Defenses of the president’s actions have ranged from self-serving and fear-mongering to the utterly absurd. Attorney General Alberto Gonzales said on Dec. 19, for example, that “speed” was an issue in bypassing the courts. But the fact is the Foreign Intelligence Surveillance Act of Congress of 1978 set up a court specifically for approving foreign intelligence requests. The court, in a reflection of its specialized purpose, rejects very few requests and approves them with deliberate speed.

Another defense of President Bush is that in a time of war, he has powers as commander in chief that allow him to go outside the law. Abraham Lincoln, for example, once suspended the right to habeas corpus (a writ ordering a person in custody to be brought before a court) during the Civil War. But this is the first time such a wide breach of law has been conducted behind the scenes – without public pronouncement or a chance for debate. It is the very definition of unchecked power, a situation that goes completely against the kind of government our founders intended.

In a Dec. 23 article, Washington Post opinion columnist Charles Krauthammer tried to defend the administration’s actions by pointing out that “In 1972 the Supreme Court required the president to obtain warrants to eavesdrop on domestic groups but specifically declined to apply this requirement to snooping on foreign agents.” While that may be true, Bush’s program treats all American citizens as foreign agents, a presumption of guilt that also goes against our nation’s tradition of the rule of law.

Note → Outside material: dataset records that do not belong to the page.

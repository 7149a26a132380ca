/* The language's bridge to the Hodge engine (src/engines/hodge/): the names lambda_j and ch_k, and
   int_{g,n} of integrands that contain them (hodge_lang.c). */
#ifndef PSIKAPPA_HODGE_LANG_H
#define PSIKAPPA_HODGE_LANG_H

#include "classes/cpoly.h"
#include "interp.h"

/* When n is the name lambda_J or ch_K (J, K decimal), sets *out to the class (NULL after an
   error at n) and returns 1; returns 0 for any other name. */
int hodge_lang_name(interp *I, const node *n, value **out);

/* When n is lambda_{e} or ch_{e} (one computed index e >= 0), sets *out to the class (NULL
   after an error, e.g. a negative index) and returns 1; returns 0 for any other name. */
int hodge_lang_subscript(interp *I, scope *s, const node *n, value **out);

/* Whether the integrand holds a Hodge class, so that int_{g,n} goes to the Hodge routes (route_hodge.c). */
int hodge_lang_applies(const value *integrand);

/* The session's Hodge engine context, created on first use with the correlator table and the
   limits; NULL when memory is exhausted. The interpreter owns it. */
struct hodge_ctx *hodge_lang_ctx(interp *I);

/* explain for such an integral, expanded into P with the Hodge slots (hodge_lang_explain.c): the
   source line, the integrand with every lambda monomial written in ch classes, the steps of
   Mumford's formula with their Bernoulli weights and the psi-kappa integrals they end in.  Returns 0 after reporting an error. */
int hodge_lang_explain(interp *I, const node *where, const cpoly *P);

/* Total degree of the lambda and ch factors of a term (multiplicities lmult[1..lmax],
   cmult[1..cmax]; either may be NULL with its max 0). */
slong hodge_lang_degree(const slong *lmult, slong lmax, const slong *cmult, slong cmax);
/* Reports an engine status other than WK_OK at where (a cancellation first). */
void hodge_lang_report(interp *I, const node *where, int st);
/* Warns once when the value r of int_{g,n} integrand is 0 because the integrand holds a class
   that is zero on the space (lambda_j above the rank g, a Hodge class in genus 0). */
void hodge_lang_warn_zero(interp *I, const node *where, slong g, slong n, const value *integrand, const value *r);
/* Releases the Hodge engine's memo (called by interp_clear). */
void hodge_lang_clear(interp *I);

#endif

Finally, there is a more practical argument against mass surveillance: It doesn’t work. An article by Jennifer Granick for Wired News argues that “People with something to hide are adept at speaking in codes. Teenagers tell their parents they are ‘going to the movies’ when they are going to drink beer.” Criminals also know to misspell victims’ names to avoid detection.

Even when spying technologies work, Granick notes, they “inevitably produce an unacceptably high number of false positives” and catch innocent people in their snare. Remember when Yusuf Islam, the former Cat Stevens, was blocked from flying to the U.S. because his name was found in the no-fly database?

We are in a time of war, but it is an undeclared war with an indefinite objective and an unknowable end. The question we have to ask ourselves is whether we are willing to surrender our basic civil liberties until a time in the future that we may or may not live to see and whether the power to suspend those liberties should lie in one man.

Most Americans understand the values their country stands for and have sided with the law. An AP-Ipsos poll released Jan. 7 showed that 56 percent of Americans believe wiretaps, even for suspected terrorists, require a warrant. A Jan. 16 poll shows that Americans may even favor the “I” word – impeachment – by a margin of 52-43 percent (a similar poll six months ago found a reverse result at 42-50).

On Dec. 18, 2000, Bush once joked after a meeting with congressional leaders that “If this were a dictatorship, it’d be a heck of a lot easier, just so long as I’m the dictator.” No one’s laughing now.